Indonesia tampaknya serius sekaligus optimis memasuki revolusi Industri ke empat (Industri 4.0). Hal tersebut dibuktikan dengan peluncuran Making Indonesia 4.0 dalam Indonesia Industrial Summit 2018 yang dihadiri Presiden Jokowi beberapa waktu lalu. Bahkan Presiden menaruh harapan bahwa lewat implementasi industri 4.0 tersebut, Indonesia dapat mencapai Top Ten Ekonomi Global pada tahun 2030 salah satunya melalui peningkatan produktivitas dengan adopsi teknologi dan inovasi.

Kementerian Perindustrian sebagai leading sector dalam implementasi industri 4.0 tersebut menyatakan bahwa Making Indonesia 4.0 akan menjadi peta jalan landasan pertumbuhan ekonomi Indonesia di masa mendatang. Khususnya di industri manufaktur sebagai penyumbang PDB terbesar yaitu sebesar 32%, Menteri Perindusterian Airlangga Hartarto menyebut bahwa inovasi dan perubahan terhadap model bisnis yang lebih efisien dan efektif menjadi sangat krusial dalam industri 4.0. Terkait hal tersebut, pihaknya tengah mengidentifikasi kesiapan seluruh sektor industri.

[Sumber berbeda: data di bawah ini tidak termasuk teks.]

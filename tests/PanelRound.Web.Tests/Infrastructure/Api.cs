using System.Net;
using System.Net.Http.Json;
using System.Text.Json;
using System.Text.Json.Nodes;

namespace PanelRound.Web.Tests.Infrastructure;

/// <summary>Small helpers for calling the JSON API in tests.</summary>
public static class Api
{
    public static readonly JsonSerializerOptions Json = new(JsonSerializerDefaults.Web);

    public static async Task<JsonNode> PostOk(this HttpClient client, string url, object body, HttpStatusCode expected = HttpStatusCode.Created)
    {
        var r = await client.PostAsJsonAsync(url, body, Json);
        var text = await r.Content.ReadAsStringAsync();
        Assert.True(r.StatusCode == expected, $"POST {url}: {(int)r.StatusCode} {text}");
        return JsonNode.Parse(text)!;
    }

    public static async Task<JsonNode> GetOk(this HttpClient client, string url)
    {
        var r = await client.GetAsync(url);
        var text = await r.Content.ReadAsStringAsync();
        Assert.True(r.StatusCode == HttpStatusCode.OK, $"GET {url}: {(int)r.StatusCode} {text}");
        return JsonNode.Parse(text)!;
    }

    public static async Task<(HttpStatusCode Status, JsonNode? Body)> Post(this HttpClient client, string url, object body)
    {
        var r = await client.PostAsJsonAsync(url, body, Json);
        var text = await r.Content.ReadAsStringAsync();
        return (r.StatusCode, text.Length == 0 ? null : JsonNode.Parse(text));
    }

    public static HttpClient WithExpertToken(this HttpClient client, string token)
    {
        client.DefaultRequestHeaders.Remove("X-Expert-Token");
        client.DefaultRequestHeaders.Add("X-Expert-Token", token);
        return client;
    }
}
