using PanelRound.Data;

namespace PanelRound.Web.Tests.Infrastructure;

/// <summary>
/// Base of every test class that runs on both providers: a concrete subclass per provider
/// names the collection. Each test starts its own app on a new database, so no test depends on
/// another's data.
/// </summary>
public abstract class ProviderTests(IDatabaseFixture fixture) : IAsyncDisposable
{
    private readonly List<TestApp> _apps = [];

    protected DatabaseProvider Provider => fixture.Provider;

    /// <summary>A connection string to a new, empty database that no app has touched yet.</summary>
    protected Task<string> NewDatabaseAsync() => fixture.NewDatabaseAsync();

    /// <summary>Starts the app on a new database (or on the one given, to test a restart).</summary>
    protected async Task<TestApp> StartAsync(IDictionary<string, string?>? settings = null, string? connectionString = null)
    {
        var app = new TestApp(fixture.Provider, connectionString ?? await fixture.NewDatabaseAsync(), settings);
        _apps.Add(app);
        _ = app.Server;
        return app;
    }

    public async ValueTask DisposeAsync()
    {
        foreach (var app in _apps)
        {
            await app.DisposeAsync();
        }
        GC.SuppressFinalize(this);
    }
}
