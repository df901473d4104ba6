using PanelRound.Data;

namespace PanelRound.Web.Tests.Infrastructure;

/// <summary>
/// Base of every test class that runs on both providers: a concrete subclass per provider
/// names the collection. A test that starts the app with the default settings gets the
/// provider's shared host, emptied for it; a test that needs other settings, a database of its
/// own (a restart, the migrations) or a second app gets a host of its own on a new database.
/// Either way no test depends on another's data.
/// </summary>
public abstract class ProviderTests(IDatabaseFixture fixture) : IAsyncDisposable
{
    private readonly List<TestApp> _apps = [];

    private bool _sharedTaken;

    protected DatabaseProvider Provider => fixture.Provider;

    /// <summary>A connection string to a new, empty database that no app has touched yet.</summary>
    protected Task<string> NewDatabaseAsync() => fixture.NewDatabaseAsync();

    /// <summary>
    /// The app on an empty database: the shared host for the test's first call with the default
    /// settings; otherwise a new host with the settings on a new database (or on the one given,
    /// to test a restart).
    /// </summary>
    protected async Task<TestApp> StartAsync(IDictionary<string, string?>? settings = null, string? connectionString = null)
    {
        if (settings is null && connectionString is null && !_sharedTaken)
        {
            _sharedTaken = true;
            return await fixture.SharedAppAsync();
        }
        var app = new TestApp(fixture.Provider, connectionString ?? await fixture.NewDatabaseAsync(), settings);
        _apps.Add(app);
        _ = app.Server;
        return app;
    }

    public async ValueTask DisposeAsync()
    {
        foreach (var app in _apps)
        {
            await app.DisposeAsync();
        }
        GC.SuppressFinalize(this);
    }
}
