using System.Globalization;
using Microsoft.EntityFrameworkCore;
using PanelRound.Data;
using PanelRound.Data.Entities;
using PanelRound.Web.Features.Indicators;
using PanelRound.Web.Features.Results;
using PanelRound.Web.Infrastructure;

namespace PanelRound.Web.Features.Answers;

/// <summary>A panel as its experts' requests read it: its text, settings and questions (with their indicators), and the brief rendered.</summary>
/// <param name="Panel">Read-only and shared between requests; its rounds are not loaded (they change: read them per request).</param>
/// <param name="BriefHtml">The brief through the sanitiser.</param>
public sealed record PanelDefinition(Panel Panel, string BriefHtml);

/// <summary>
/// What an expert's request needs of a panel that no longer changes, kept in memory so that a
/// submission or a form reads from the database only what does change: the rounds, the expert's
/// own answers. Three things are kept: a panel's definition once it has left Draft (every edit is
/// refused after that); a closed round's frozen feedback; a panel's reference series.
/// </summary>
/// <remarks>
/// Implementation note: every key names the version of what it was read from, so an entry is never
/// used stale, on one instance or several (each keeps its own): the panel's <c>Version</c>
/// (changed by every edit and state change), a round's <c>Version</c> (changed when it closes), and
/// for the reference series the newest observation id as well (observations are only appended; a
/// correction is a new row). A definition read after its version changed underneath is used once, not kept.
/// </remarks>
public sealed class PanelDefinitions
{
    private readonly InputKeyedCache<PanelDefinition> _definitions = new(1024);
    private readonly InputKeyedCache<IReadOnlyList<FrozenFeedback>> _frozen = new(4096);
    private readonly InputKeyedCache<ILookup<int, SeriesPoint>> _references = new(1024);

    private static string Key(int id, Guid version) => string.Create(CultureInfo.InvariantCulture, $"{id}:{version:N}");

    /// <summary>The panel's definition at <paramref name="version"/> (as the request read it), from memory or else the database (then as it is now).</summary>
    public async Task<PanelDefinition> GetAsync(PanelRoundDbContext db, int panelId, Guid version)
    {
        var key = Key(panelId, version);
        if (_definitions.Find(key) is { } hit)
        {
            return hit;
        }
        var panel = await db.Panels.AsNoTracking().Include(p => p.Questions).ThenInclude(q => q.Indicator).SingleAsync(p => p.Id == panelId);
        var definition = new PanelDefinition(panel, Markdown.ToSafeHtml(panel.Brief));
        if (panel.Version == version && panel.State != PanelState.Draft)
        {
            _definitions.Add(key, definition);
        }
        return definition;
    }

    /// <summary>A round's frozen feedback, by its id and version; kept once the round is <paramref name="closed"/> (frozen then, and only then).</summary>
    public async Task<IReadOnlyList<FrozenFeedback>> FrozenAsync(PanelRoundDbContext db, int roundId, Guid version, bool closed)
    {
        var key = Key(roundId, version);
        if (_frozen.Find(key) is { } hit)
        {
            return hit;
        }
        var rows = await db.FrozenFeedback.AsNoTracking().Where(f => f.RoundId == roundId).ToListAsync();
        if (closed)
        {
            _frozen.Add(key, rows);
        }
        return rows;
    }

    /// <summary>The reference series of the panel's indicators (observations before its start), read when the catalog's newest observation is not <paramref name="catalogStamp"/>'s.</summary>
    public async Task<ILookup<int, SeriesPoint>> ReferencesAsync(PanelRoundDbContext db, PanelDefinition definition, int? catalogStamp)
    {
        var panel = definition.Panel;
        var key = string.Create(CultureInfo.InvariantCulture, $"{Key(panel.Id, panel.Version)}:{catalogStamp}");
        if (_references.Find(key) is { } hit)
        {
            return hit;
        }
        var series = await IndicatorCatalog.ReferenceSeriesAsync(db, panel.Questions.Select(q => q.IndicatorId).Distinct().ToList(), panel.StartsOn);
        _references.Add(key, series);
        return series;
    }
}
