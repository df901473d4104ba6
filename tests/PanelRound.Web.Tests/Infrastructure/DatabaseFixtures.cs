using Microsoft.Data.Sqlite;
using Npgsql;
using PanelRound.Data;
using Respawn;
using Respawn.Graph;

namespace PanelRound.Web.Tests.Infrastructure;

/// <summary>
/// One per provider collection: new databases on demand, and one shared host that every test
/// with the default settings uses in turn (the tests of a collection run one after another).
/// </summary>
public interface IDatabaseFixture
{
    DatabaseProvider Provider { get; }

    /// <summary>A connection string to a new, empty database (skips the test when the provider is unavailable outside CI).</summary>
    Task<string> NewDatabaseAsync();

    /// <summary>
    /// The provider's shared host for these settings (one per distinct set, e.g. per environment),
    /// with its database emptied, its clock at the real time and its outbox empty.
    /// </summary>
    Task<TestApp> SharedAppAsync(IReadOnlyDictionary<string, string?>? settings = null);

    /// <summary>
    /// The provider's host with the demo loaded once (from the demo-data folder beside the tests).
    /// Tests on it read: apart from the API keys and staff users they add for themselves, they change nothing.
    /// </summary>
    Task<TestApp> DemoAppAsync();
}

/// <summary>The shared host and its reset; a subclass per provider says how to empty the database.</summary>
public abstract class DatabaseFixture : IDatabaseFixture, IAsyncLifetime
{
    /// <summary>
    /// Tables that survive a reset: the migration history (the schema stays) and the data-protection
    /// keys (the running host keeps its key ring in memory; cookies it issued stay readable).
    /// </summary>
    public static readonly string[] KeptTables = ["__EFMigrationsHistory", "DataProtectionKeys"];

    /// <summary>
    /// The shared host's settings beyond the defaults: failed sign-ins are never slowed (the
    /// slow-down waits on the app's clock, which stands still here; its own tests run on a host of
    /// their own with the real clock).
    /// </summary>
    private static readonly Dictionary<string, string?> SharedSettings = new() { ["StaffSignIn:FreeFailures"] = "1000000" };

    private readonly Dictionary<string, TestApp> _shared = new(StringComparer.Ordinal);

    private readonly SemaphoreSlim _demoGate = new(1, 1);

    private TestApp? _demo;

    /// <summary>The demo files the tests read (copied beside the test assembly).</summary>
    public static string DemoFolder { get; } = Path.Combine(AppContext.BaseDirectory, "demo-data");

    public abstract DatabaseProvider Provider { get; }

    public abstract Task<string> NewDatabaseAsync();

    public async Task<TestApp> SharedAppAsync(IReadOnlyDictionary<string, string?>? settings = null)
    {
        var all = new Dictionary<string, string?>(SharedSettings);
        foreach (var (k, v) in settings ?? new Dictionary<string, string?>())
        {
            all[k] = v;
        }
        var key = string.Join('\n', all.OrderBy(kv => kv.Key, StringComparer.Ordinal).Select(kv => $"{kv.Key}={kv.Value}"));
        if (!_shared.TryGetValue(key, out var app))
        {
            app = new TestApp(Provider, await NewDatabaseAsync(), all, clock: new TestClock());
            _ = app.Server;
            _shared[key] = app;
        }
        else
        {
            await EmptyDatabaseAsync(app.ConnectionString);
            app.Clock!.Restart();
        }
        if (Directory.Exists(app.OutboxFolder))
        {
            Directory.Delete(app.OutboxFolder, recursive: true);
        }
        Directory.CreateDirectory(app.OutboxFolder);
        return app;
    }

    public async Task<TestApp> DemoAppAsync()
    {
        await _demoGate.WaitAsync();
        try
        {
            if (_demo is null)
            {
                var app = new TestApp(Provider, await NewDatabaseAsync(), new Dictionary<string, string?> { ["Demo:Enabled"] = "true", ["Demo:Folder"] = DemoFolder });
                _ = app.Server;
                _demo = app;
            }
            return _demo;
        }
        finally
        {
            _demoGate.Release();
        }
    }

    /// <summary>Deletes every row except those of <see cref="KeptTables"/>; identities start at 1 again, as in a new database.</summary>
    protected abstract Task EmptyDatabaseAsync(string connectionString);

    public Task InitializeAsync() => Task.CompletedTask;

    public virtual async Task DisposeAsync()
    {
        foreach (var app in _shared.Values.Append(_demo).OfType<TestApp>())
        {
            await app.DisposeAsync();
        }
        _demoGate.Dispose();
    }
}

public sealed class SqliteFixture : DatabaseFixture
{
    private readonly string _folder = Path.Combine(Path.GetTempPath(), "panelround-tests-" + Guid.NewGuid().ToString("N")[..12]);

    public override DatabaseProvider Provider => DatabaseProvider.Sqlite;

    public override Task<string> NewDatabaseAsync()
    {
        Directory.CreateDirectory(_folder);
        return Task.FromResult($"Data Source={Path.Combine(_folder, Guid.NewGuid().ToString("N") + ".db")}");
    }

    /// <remarks>
    /// Implementation note: Respawn has no SQLite adapter; this does the same: foreign keys off on
    /// this connection (and on again before it returns to the pool the app shares), every table
    /// emptied in one transaction, and the AUTOINCREMENT counters dropped.
    /// </remarks>
    protected override async Task EmptyDatabaseAsync(string connectionString)
    {
        await using var conn = new SqliteConnection(connectionString);
        await conn.OpenAsync();
        var tables = new List<string>();
        await using (var list = conn.CreateCommand())
        {
            list.CommandText = "SELECT name FROM sqlite_master WHERE type = 'table' AND name NOT LIKE 'sqlite_%'";
            await using var reader = await list.ExecuteReaderAsync();
            while (await reader.ReadAsync())
            {
                var name = reader.GetString(0);
                if (!KeptTables.Contains(name, StringComparer.Ordinal))
                {
                    tables.Add(name);
                }
            }
        }
        var hasSequence = await ScalarAsync(conn, "SELECT count(*) FROM sqlite_master WHERE name = 'sqlite_sequence'") > 0;
        var sql = "PRAGMA foreign_keys = OFF; BEGIN; "
            + string.Concat(tables.Select(t => $"DELETE FROM \"{t}\"; "))
            + (hasSequence ? "DELETE FROM sqlite_sequence; " : "")
            + "COMMIT; PRAGMA foreign_keys = ON;";
        await using var empty = conn.CreateCommand();
        empty.CommandText = sql;
        await empty.ExecuteNonQueryAsync();
    }

    private static async Task<long> ScalarAsync(SqliteConnection conn, string sql)
    {
        await using var cmd = conn.CreateCommand();
        cmd.CommandText = sql;
        return (long)(await cmd.ExecuteScalarAsync())!;
    }

    public override async Task DisposeAsync()
    {
        await base.DisposeAsync();
        SqliteConnection.ClearAllPools();
        try
        {
            Directory.Delete(_folder, recursive: true);
        }
        catch (IOException)
        {
            // A file still open by a finaliser: the temp folder is cleaned by the system later.
        }
    }
}

public sealed class PostgresFixture : DatabaseFixture
{
    private Respawner? _respawner;

    public override DatabaseProvider Provider => DatabaseProvider.Postgres;

    public override async Task<string> NewDatabaseAsync()
    {
        var reason = PostgresServer.UnavailableReason();
        Skip.If(reason is not null && !PostgresServer.IsCi, reason);
        return await PostgresServer.CreateDatabaseAsync("prt");
    }

    protected override async Task EmptyDatabaseAsync(string connectionString)
    {
        await using var conn = new NpgsqlConnection(connectionString);
        await conn.OpenAsync();
        _respawner ??= await Respawner.CreateAsync(conn, new RespawnerOptions
        {
            DbAdapter = DbAdapter.Postgres,
            SchemasToInclude = ["public"],
            TablesToIgnore = KeptTables.Select(t => new Table(t)).ToArray(),
            WithReseed = true,
        });
        await _respawner.ResetAsync(conn);
    }
}

[CollectionDefinition(Name)]
public sealed class SqliteCollection : ICollectionFixture<SqliteFixture>
{
    public const string Name = "sqlite";
}

[CollectionDefinition(Name)]
public sealed class PostgresCollection : ICollectionFixture<PostgresFixture>
{
    public const string Name = "postgres";
}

Terkait kesiapannya, Kepala Badan Penelitian dan Pengembangan Industri (BPPI) Kemenperin, Ngakan Timur Antara mengtakan bahwa sudah ada beberapa industri yang saat ini telah mengarah ke industri 4.0. Ngakan menyebut perusahaan seperti Garuda Food tengah mengimplementasikannya. Manufaktur dalam bidang makanan dan minuman memang menjadi salah satu sektor dari lima prioritas yang dipromote Kemenperin. Empat sektor lainnya yaitu otomotif, elektronik, tekstil dan kimia. Ngakan mengatakan bahwa kelima sektor tersebut yang kemudian ditargetkan untuk dapat ekspan ke luar negeri  dengan adanya efisiensi dan peningkatan produktivitas di lini produksi.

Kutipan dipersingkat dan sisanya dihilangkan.